Exercise requirements :: Look through the material below and count the lines with the string "arguments". Report only the count.

Material provided ::
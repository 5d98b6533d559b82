"""The command line end to end, on stores of its own: what it says, what it writes, and how it ends."""

from __future__ import annotations

import json
import os
import re
import subprocess
import sys
from pathlib import Path
from typing import Any

import pytest

from app.cli import DONE, REFUSED, WRONG_USAGE, main

HEADER = "episode,at,channel,value,unit,by,note\n"
ROWS = (
    "N4,2026-03-27T20:00:00+00:00,label,Bed 4,,AB,\n"
    "N4,2026-03-27T20:00:00+00:00,indication,copd,,AB,\n"
    "N4,2026-03-27T20:10:00+00:00,site,arterial,,AB,\n"
    "N4,2026-03-27T20:10:00+00:00,ph,7.26,,AB,\n"
    "N4,2026-03-27T20:10:00+00:00,paco2,68,mmHg,AB,\n"
    "N4,2026-03-27T20:10:00+00:00,pao2,60,mmHg,AB,\n"
    "N4,2026-03-27T20:10:00+00:00,gas_fio2,28,%,AB,\n"
    "N4,2026-03-27T20:20:00+00:00,mode,BPAP-ST,,AB,\n"
    "N4,2026-03-27T20:20:00+00:00,ipap,16,cmH2O,AB,\n"
    "N4,2026-03-27T20:20:00+00:00,epap,5,cmH2O,AB,\n"
    "N4,2026-03-27T20:20:00+00:00,fio2,28,%,AB,\n"
    "N4,2026-03-27T21:25:00+00:00,site,arterial,,AB,\n"
    "N4,2026-03-27T21:25:00+00:00,ph,7.33,,AB,\n"
    "N4,2026-03-27T21:25:00+00:00,paco2,57,mmHg,AB,\n"
)


@pytest.fixture
def store(tmp_path: Path) -> Path:
    return tmp_path / "ward.luffmark"


@pytest.fixture
def log_file(tmp_path: Path) -> Path:
    path = tmp_path / "log.csv"
    path.write_text(HEADER + ROWS, "utf-8")
    return path


@pytest.fixture
def run(store: Path, capsys: pytest.CaptureFixture[str]) -> Any:
    """Runs a command on the store; gives exit code, stdout and stderr."""

    def runner(*arguments: str | Path) -> tuple[int, str, str]:
        capsys.readouterr()
        try:
            code = main(["--store", str(store), "--zone", "UTC", *map(str, arguments)])
        except SystemExit as ended:
            code = int(ended.code or 0)
        said = capsys.readouterr()
        return code, said.out, said.err

    return runner


@pytest.fixture
def filled(run: Any, log_file: Path) -> Any:
    code, _, err = run("intake", log_file)
    assert code == DONE, err
    return run


def test_intake_tells_what_it_took_and_skips_what_is_there(run: Any, log_file: Path) -> None:
    code, out, err = run("intake", log_file)
    assert (code, "New store" in err) == (DONE, True)
    assert "14 entries" in out
    code, out, _ = run("intake", log_file, "--json")
    assert code == DONE
    taken = json.loads(out)["taken"][0]
    assert (taken["entries"], taken["repeated"]) == (0, 14)


BAD_ROWS = {
    "unknown channel": "N4,2026-03-27T22:00:00+00:00,ipapp,16,cmH2O,AB,\n",
    "unit that does not fit": "N4,2026-03-27T22:00:00+00:00,ipap,16,mmol/L,AB,\n",
    "past a hard limit": "N4,2026-03-27T22:00:00+00:00,ipap,160,cmH2O,AB,\n",
    "IPAP not above EPAP": "N4,2026-03-27T22:00:00+00:00,ipap,4,cmH2O,AB,\n",
    "no offset": "N4,2026-03-27T22:00:00,ipap,18,cmH2O,AB,\n",
    "in the future": "N4,2099-03-27T22:00:00+00:00,ipap,18,cmH2O,AB,\n",
    "no number": "N4,2026-03-27T22:00:00+00:00,ipap,high,cmH2O,AB,\n",
    "repeated": ROWS.splitlines(keepends=True)[3],
}


@pytest.mark.parametrize("what", BAD_ROWS)
def test_a_bad_row_is_refused_by_its_line_and_the_store_is_untouched(
    run: Any, filled: Any, tmp_path: Path, what: str
) -> None:
    _, before, _ = run("verify")
    bad = tmp_path / "bad.csv"
    bad.write_text(HEADER + ROWS + BAD_ROWS[what], "utf-8")
    code, out, err = run("intake", bad)
    assert code == REFUSED
    assert out == ""
    first, *rows = err.strip().splitlines()
    assert first.startswith("luffmark: ")
    assert "untouched" in first
    assert any(f"line {len((HEADER + ROWS).splitlines()) + 1}" in row for row in rows), err
    assert all("Accepted" in row or "already" in row or "later row counts" in row for row in rows), err
    assert run("verify")[1] == before


@pytest.mark.parametrize("content", [b"", b"\x00\x01\x02", b"a,b,c\n1,2,3\n", b"\xff\xfe\x00"])
def test_what_is_no_log_file_is_refused(run: Any, filled: Any, tmp_path: Path, content: bytes) -> None:
    bad = tmp_path / "bad.csv"
    bad.write_bytes(content)
    code, _, err = run("intake", bad)
    assert code == REFUSED
    assert "line 1" in err or "No mapping" in err
    assert "Traceback" not in err


def test_a_missing_file_makes_no_store(run: Any, store: Path, tmp_path: Path) -> None:
    code, _, err = run("intake", tmp_path / "gone.csv")
    assert code == REFUSED
    assert "is not there" in err
    assert not store.exists()


def test_figures_as_json_have_the_keys_of_the_format(filled: Any) -> None:
    code, out, _ = filled("figures", "--as-of", "2026-03-27T22:00Z", "--json")
    assert code == DONE
    (episode,) = json.loads(out)["episodes"]
    assert episode["episode"] == "N4"
    assert episode["support"]["ipap_cmH2O"] == 16.0
    assert episode["support"]["pressure_support_cmH2O"] == 11.0
    assert episode["support"]["fio2"] == 0.28
    (response,) = episode["responses"]
    assert (response["anchor"], response["headline"]) == ("start", "better")
    assert response["gases"][0]["minutes"] == 65.0
    assert response["gases"][0]["timing"] == "in_window"
    assert episode["gases"][0]["pf_mmHg"] == pytest.approx(60 / 0.28)
    assert episode["gases"][1]["pf_mmHg"] is None
    assert episode["gases"][1]["pf_mmHg_reason"]["text"]


def test_figures_of_an_earlier_moment_know_nothing_later(filled: Any) -> None:
    _, out, _ = filled("figures", "N4", "--as-of", "2026-03-27T21:00Z", "--json")
    (episode,) = json.loads(out)["episodes"]
    assert len(episode["gases"]) == 1
    assert episode["responses"][0]["headline"] == "not yet known"


def test_figures_as_text_are_complete_and_have_no_hole(filled: Any) -> None:
    code, out, _ = filled("figures", "N4", "--as-of", "2026-03-27T22:00Z")
    assert code == DONE
    for part in ("Bed 4 (N4), as of 27-Mar-2026 22:00", "IPAP 16 / EPAP 5 cmH2O (PS 11)", "FiO2 28 %", "pH 7.26",
                 "better: pH +0.07, PaCO2 -11 mmHg after 1 h 05 min", "P/F 214 mmHg", "Scores", "Due"):  # fmt: skip
        assert part in out, out
    for wrong in ("?", "None", "nan", "{", "}"):
        assert wrong not in out


def test_gas_pressures_in_the_readers_unit(filled: Any) -> None:
    _, out, _ = filled("figures", "N4", "--as-of", "2026-03-27T22:00Z", "--gas-unit", "kPa")
    assert "PCO2 9.1 kPa" in out
    own_words = "per 10 mmHg of PaCO2"  # what a source prints stays as it printed it
    assert "mmHg" not in out.replace("/mmHg", "").replace(own_words, "")


def test_an_episode_that_is_not_there_is_named_with_those_that_are(filled: Any) -> None:
    code, _, err = filled("figures", "N5")
    assert code == REFUSED
    assert "N5" in err
    assert "N4" in err
    assert len(err.strip().splitlines()) == 1


def test_log_says_what_it_recorded_with_units_and_support(filled: Any) -> None:
    code, out, _ = filled("log", "N4", "18/5 30", "--by", "CD")
    assert code == DONE
    assert "IPAP 18 cmH2O, EPAP 5 cmH2O, FiO2 30 %" in out
    assert "Pressure support 13 cmH2O (was 11)" in out


def test_log_asks_before_an_unusual_value(filled: Any) -> None:
    code, _, err = filled("log", "N4", "rr 55")
    assert code == REFUSED
    assert "55/min" in err
    assert "--yes" in err
    assert filled("log", "N4", "rr 55", "--yes")[0] == DONE


def test_a_line_may_be_dated_to_any_day_before(filled: Any) -> None:
    code, out, _ = filled("log", "N4", "rr 24", "--at", "2026-03-27T21:40Z")
    assert code == DONE
    assert "27-Mar-2026 21:40" in out
    code, _, err = filled("log", "N4", "21:30 rr 25", "--at", "2026-03-27T21:40Z")
    assert code == REFUSED
    assert "a time of its own" in err


@pytest.mark.parametrize("line", ["", "rr", "16", "quux 5", "ipap 4 epap 8", "ph 9"])
def test_log_refuses_in_one_line(filled: Any, line: str) -> None:
    code, out, err = filled("log", "N4", line)
    assert (code, out) == (REFUSED, "")
    assert len(err.strip().splitlines()) == 1
    assert err.startswith("luffmark: ")


def test_correct_lists_and_supersedes(filled: Any) -> None:
    _, out, _ = filled("correct", "N4", "--json")
    entry = next(e for e in json.loads(out)["entries"] if e["channel"] == "ph" and e["value"] == 7.33)
    assert filled("correct", "N4", entry["id"][:8], "--value", "7.13")[0] == REFUSED, "it needs a reason"
    assert filled("correct", "N4", entry["id"][:8], "--reason", "x")[0] == WRONG_USAGE
    code, _, err = filled("correct", "N4", entry["id"][:8], "--value", "7.91", "--reason", "misread")
    assert (code, "pH 7.91 is outside the usual 7.00 to 7.60" in err, "--yes" in err) == (REFUSED, True, True)
    paco2 = next(e for e in json.loads(out)["entries"] if e["channel"] == "paco2" and e["at"] == entry["at"])
    code, _, err = filled("correct", "N4", paco2["id"][:8], "--value", "9", "--unit", "mmHg", "--reason", "misread")
    assert (code, "which unit was meant" in err, "--yes" in err) == (REFUSED, True, True), err
    code, said, err = filled("correct", "N4", entry["id"][:8], "--value", "7.13", "--reason", "misread")
    assert code == DONE, err
    assert said == "Corrected in N4: pH of 27-Mar-2026 21:25, 7.33 to 7.13.\n"
    _, out, _ = filled("figures", "N4", "--as-of", "2026-03-27T22:00Z", "--json")
    gas = json.loads(out)["episodes"][0]["gases"][1]
    assert (gas["ph"], gas["corrected"]) == (7.13, True)


def test_backup_restore_and_export_bring_back_the_same_figures(filled: Any, tmp_path: Path) -> None:
    want = filled("figures", "--as-of", "2026-03-27T22:00Z", "--json")[1]
    backup, copy, log = tmp_path / "b.luffmark", tmp_path / "c.luffmark", tmp_path / "out.csv"
    assert filled("backup", backup)[0] == DONE
    assert filled("backup", backup)[0] == REFUSED
    assert filled("restore", backup, "--store", copy)[0] == DONE
    assert filled("restore", backup, "--store", copy)[0] == REFUSED
    assert filled("figures", "--store", copy, "--as-of", "2026-03-27T22:00Z", "--json")[1] == want
    assert filled("export", "--out", log)[0] == DONE
    other = tmp_path / "d.luffmark"
    assert filled("intake", log, "--store", other)[0] == DONE
    got = json.loads(filled("figures", "--store", other, "--as-of", "2026-03-27T22:00Z", "--json")[1])
    assert _without_ids(got) == _without_ids(json.loads(want))


def _without_ids(value: Any) -> Any:
    """Figures without the ids that name entries of one store."""
    if isinstance(value, dict):
        return {k: _without_ids(v) for k, v in value.items() if k not in ("ids", "flag_id")}
    return [_without_ids(v) for v in value] if isinstance(value, list) else value


def test_verify_tells_damage(filled: Any, store: Path) -> None:
    code, out, _ = filled("verify", "--json")
    assert (code, json.loads(out)["sound"]) == (DONE, True)
    data = bytearray(store.read_bytes())
    spot = data.rfind(b"Bed 4")
    data[spot : spot + 5] = b"Bed 5"
    store.write_bytes(bytes(data))
    code, _, err = filled("verify")
    assert code == REFUSED
    assert "not sound" in err
    assert len(err.strip().splitlines()) >= 2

Result for this exercise :: 2